Or, M.  Arnaud déclare qu’en prenant la notion individuelle d’une personne par rapport à la connaissance que Dieu en a eue, lorsqu’il a résolu de la créer, ce que je dis de cette notion est très certain ; et il avoue de même que la volonté de créer Adam n’a point été détachée de celle qu’il a eue à l’égard de ce qui est arrivé à lui et à sa postérité. Mais il demande maintenant si la liaison entre Adam et les événements de sa postérité est dépendante ou indépendante des décrets libres de Dieu, « c’est-à-dire, comme il s’explique, si ce n’est qu’en suite des décrets libres, par lesquels Dieu a ordonné tout ce qui arriverait à Adam et à sa postérité, que Dieu a connu ce qui leur arriverait, ou s’il y a, indépendamment de ces décrets, entre Adam et les événements susdits une connexion intrinsèque et nécessaire ». Il ne doute point que je ne choisisse le second parti, et, en effet, je ne saurais choisir le premier, de la manière qu’il vient d’être expliqué ; mais il me semble qu’il y a quelque milieu. Il prouve, cependant, que je dois choisir le dernier, parce que je considère la notion individuelle d’Adam comme possible en soutenant que parmi une infinité de notions possibles Dieu a choisi celle d’un tel Adam ; or, les notions possibles en elles-mêmes ne dépendent peint des décrets libres de Dieu.

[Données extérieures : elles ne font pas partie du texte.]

const CSS = `
:root { --ink:#1a1a1a; --muted:#5c5c5c; --line:#dadada; --pass:#17692f; --fail:#a4161a; --warn:#8a5a00; --paper:#ffffff; }
* { box-sizing: border-box; }
html { background: #f3f3f0; }
body { margin: 0; color: var(--ink); font: 15px/1.5 system-ui, -apple-system, 'Segoe UI', Roboto, 'Helvetica Neue', Arial, 'DejaVu Sans', sans-serif; }
main { max-width: 1080px; margin: 0 auto; padding: 28px 36px 56px; background: var(--paper); }
h1 { font-size: 26px; line-height: 1.25; margin: 0 0 6px; }
h2 { font-size: 19px; margin: 34px 0 10px; padding-bottom: 4px; border-bottom: 2px solid var(--ink); }
h3 { font-size: 15.5px; margin: 18px 0 6px; }
p { margin: 6px 0; }
.meta { color: var(--muted); font-size: 13.5px; }
.job { font-size: 15px; max-width: 70ch; margin-top: 10px; }
.badge { display: inline-block; padding: 1px 10px; border-radius: 11px; font-weight: 700; font-size: 13px; vertical-align: 3px; margin-left: 6px; }
.badge.ok { background: #e2f1e6; color: var(--pass); border: 1px solid #9fcfaa; }
.badge.bad { background: #f8e3e3; color: var(--fail); border: 1px solid #e3a5a5; }
nav.toc { margin: 14px 0 0; font-size: 13.5px; }
nav.toc a { color: #0b5394; text-decoration: none; margin-right: 14px; white-space: nowrap; }
ul.findings { padding-left: 20px; margin: 8px 0 12px; }
ul.findings li { margin: 3px 0; }
figure { margin: 16px 0 22px; break-inside: avoid; page-break-inside: avoid; }
figure svg { display: block; width: 100%; height: auto; max-width: 100%; border: 1px solid var(--line); border-radius: 4px; background: #fff; }
figure svg.plenum-diagram { width: auto; margin: 0 auto; }
figcaption { font-size: 13.5px; color: var(--muted); margin-top: 6px; max-width: 90ch; }
table { border-collapse: collapse; width: 100%; font-size: 13.5px; font-variant-numeric: tabular-nums; margin: 6px 0 12px; }
th, td { padding: 4px 8px; border-bottom: 1px solid var(--line); text-align: right; vertical-align: top; }
td { white-space: nowrap; }
td:first-child { white-space: nowrap; }
td.text, td.text:first-child { white-space: normal; overflow-wrap: anywhere; }
th { background: #f4f4f2; font-weight: 650; border-bottom: 1.5px solid #9a9a9a; }
th:first-child, td:first-child, td.text, th.text { text-align: left; }
td .sw { vertical-align: -3px; margin-right: 6px; }
.pass { color: var(--pass); font-weight: 700; }
.fail { color: var(--fail); font-weight: 700; }
ol.events { padding-left: 0; list-style: none; font-size: 14px; }
ol.events li { display: grid; grid-template-columns: 3.2em 6.5em 1fr; gap: 8px; padding: 2px 0; border-bottom: 1px dotted var(--line); }
ol.events .n { font-weight: 700; text-align: right; }
ol.events .t { font-variant-numeric: tabular-nums; color: var(--muted); }
ol.events li.warn { color: var(--fail); }
.warnings li { color: var(--warn); }
.safety { border-left: 5px solid #e69f00; background: #fff7e3; padding: 10px 16px; margin: 10px 0; }
.safety p { margin: 6px 0; }
pre.netlist { background: #f7f7f5; border: 1px solid var(--line); border-radius: 4px; padding: 12px 14px; overflow: auto; font: 12.5px/1.45 ui-monospace, 'SFMono-Regular', Menlo, Consolas, 'DejaVu Sans Mono', monospace; }
footer { margin-top: 36px; color: var(--muted); font-size: 12.5px; }
.readout { position: absolute; z-index: 10; pointer-events: none; display: none; background: rgba(255,255,255,0.97); border: 1px solid #8a8a8a; border-radius: 4px; padding: 4px 9px; font-size: 12.5px; line-height: 1.45; box-shadow: 0 2px 8px rgba(0,0,0,0.18); white-space: nowrap; font-variant-numeric: tabular-nums; }
.readout .row::before { content: ''; display: inline-block; width: 9px; height: 9px; margin-right: 6px; border-radius: 2px; background: var(--c, transparent); }
@media (max-width: 700px) { main { padding: 16px; } }
@media print {
  @page { size: A4; margin: 14mm 12mm; }
  html, body { background: #fff; font-size: 10.5pt; }
  main { max-width: none; padding: 0; }
  nav.toc, .readout { display: none !important; }
  h2 { break-after: avoid; page-break-after: avoid; margin-top: 18pt; }
  figure { break-inside: avoid; page-break-inside: avoid; }
  figure svg { border: none; }
  table, ol.events li { break-inside: avoid; }
  pre.netlist { white-space: pre-wrap; font-size: 8.5pt; border: none; }
  a { color: inherit; text-decoration: none; }
}
`;
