/**
 * The energy equation (Cengel & Boles, Thermodynamics, first law for control volumes):
 * closed forms and exact invariants that any correct implementation must reproduce.
 */
import { describe, expect, it } from 'vitest';
import { channel, modelFromText, runChecked } from '../helpers.js';

const R = 8.314462618 / 0.0289647;
const cv = R / 0.4;

describe('heat exchange with the surroundings (Newton cooling of a closed rigid chamber)', () => {
  it('T relaxes as Ta + (T0 − Ta)·exp(−hA·t/(m·cv)) and p follows m·R·T/V', () => {
    const r = runChecked(modelFromText(`
format: 1
heat: exchange
ambient: { pressure: 101.325 kPa, temperature: 293.15 K }
chambers:
  tank: { wall: rigid, volume: 1 L, start: { pressure: 300 kPa abs }, temperature: 350 K, heat-transfer: 0.5 W/K }
valves:
  shut: { from: tank, to: ambient, orifice: 1 mm, discharge-coefficient: 0.6, initially: closed }
simulate: { duration: 10 s, sample: 50 ms, tolerance: 1e-10 }
`));
    const m = (300e3 * 1e-3) / (R * 350);
    const tau = (m * cv) / 0.5;
    const T = channel(r, 'tank.temperature');
    const p = channel(r, 'tank.pressure');
    r.trace.times.forEach((t, k) => {
      const want = 293.15 + (350 - 293.15) * Math.exp(-t / tau);
      expect(Math.abs(T[k] - want)).toBeLessThan(1e-6);
      expect(Math.abs(p[k] - (m * R * T[k]) / 1e-3) / p[k]).toBeLessThan(1e-9);
    });
  });
});

describe('adiabatic exchange between two rigid tanks', () => {
  it('conserves the total internal energy Σ m·cv·T (the throttled enthalpy leaves one tank and enters the other)', () => {
    const r = runChecked(modelFromText(`
format: 1
heat: adiabatic
ambient: { pressure: 101.325 kPa, temperature: 293.15 K }
chambers:
  hot: { wall: rigid, volume: 0.5 L, start: { pressure: 500 kPa abs }, temperature: 330 K }
  cold: { wall: rigid, volume: 1.5 L, start: { pressure: 120 kPa abs }, temperature: 280 K }
valves:
  link: { from: hot, to: cold, orifice: 2 mm, discharge-coefficient: 0.7, initially: open }
simulate: { duration: 5 s, sample: 20 ms, tolerance: 1e-10, method: implicit }
`));
    const U = r.trace.times.map((_, k) =>
      ['hot', 'cold'].reduce((s, c) => s + channel(r, `${c}.mass`)[k] * cv * channel(r, `${c}.temperature`)[k], 0));
    for (const u of U) expect(Math.abs(u / U[0] - 1)).toBeLessThan(1e-9);
    // and the pressures meet
    expect(Math.abs(r.chambers.hot.final.pressure - r.chambers.cold.final.pressure)).toBeLessThan(100);
  });
});

describe('adiabatic exchange between two rubber spheres (moving walls)', () => {
  it('conserves Σ (m·cv·T + W_wall(V) + pa·V), with W_wall = ∫Δp dV = 3V0·c·(λ²/2 + λ⁻⁴/4) for the neo-Hookean law', () => {
    // Energy of the gas plus the elastic energy stored in the wall plus the work done on the
    // atmosphere: the flow between the spheres carries enthalpy, the walls exchange p·dV work,
    // so this sum is an exact invariant of the model (Cengel & Boles, first law; Treloar 1975).
    const r = runChecked(modelFromText(`
format: 1
heat: adiabatic
ambient: { pressure: 101.325 kPa, temperature: 293.15 K }
chambers:
  a: { wall: neo-hookean, radius: 20 mm, thickness: 1 mm, shear-modulus: 0.3 MPa, start: { stretch: 1.3 } }
  b: { wall: neo-hookean, radius: 20 mm, thickness: 1 mm, shear-modulus: 0.3 MPa, start: { stretch: 1.0 }, temperature: 310 K }
valves:
  link: { from: a, to: b, orifice: 1 mm, discharge-coefficient: 0.7, initially: open }
simulate: { duration: 3 s, sample: 10 ms, tolerance: 1e-10, method: implicit }
`));
    const r0 = 0.02, c = (2 * 0.3e6 * 0.001) / r0, V0 = (4 / 3) * Math.PI * r0 ** 3, pa = 101325;
    const W = (l: number): number => (l >= 1 ? 3 * V0 * c * (l * l / 2 + l ** -4 / 4 - 0.75) : Number.NaN);
    const E = r.trace.times.map((_, k) => ['a', 'b'].reduce((s, n) => {
      const m = channel(r, `${n}.mass`)[k], T = channel(r, `${n}.temperature`)[k];
      const V = channel(r, `${n}.volume`)[k], l = channel(r, `${n}.stretch`)[k];
      return s + m * cv * T + W(l) + pa * V;
    }, 0));
    const spread = Math.max(...E) - Math.min(...E);
    expect(Number.isFinite(spread)).toBe(true);
    expect(spread / E[0]).toBeLessThan(1e-9);
    // a lot of energy did move: the stretches changed visibly
    expect(Math.abs(r.chambers.b.final.stretch! - 1)).toBeGreaterThan(0.05);
  });
});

Mais c’est ici qu’il faut que je m’explique un peu mieux ; je dis donc que la liaison entre Adam et les événements humains n’est pas indépendante de tous les décrets libres de Dieu ; mais aussi elle n’en dépend pas entièrement de telle sorte, comme si chaque événement n’arrivait ou n’était prévu qu’en vertu d’un décret particulier primitif fait à son égard. Je crois donc qu’il n’y a que peu de décrets libres primitifs qu’on peut appeler lois de l’univers, qui règlent les suites des choses, lesquels, étant joints au décret libre de créer Adam, achèvent la conséquence, à peu près comme il ne faut que peu d’hypothèses pour expliquer les phénomènes ; ce que j’expliquerai encore plus distinctement dans la suite. Et quant à l’objection que les possibles sont indépendants des décrets de Dieu, je l’accorde des décrets actuels (quoique les cartésiens n’en conviennent point) ; mais je soutiens que les notions individuelles possibles enferment quelques décrets libres possibles. Par exemple, si ce monde n’était que possible, la notion individuelle de quelque corps de ce monde, qui enferme certains mouvements comme possibles, enfermerait aussi nos lois du mouvement (qui sont des décrets libres de Dieu), mais aussi comme possibles seulement. Car, comme il y a une infinité de mondes possibles, il y a aussi une infinité de lois, les unes propres à l’un, les autres à l’autre, et chaque individu possible de quelque monde enferme dans sa notion les lois de son monde.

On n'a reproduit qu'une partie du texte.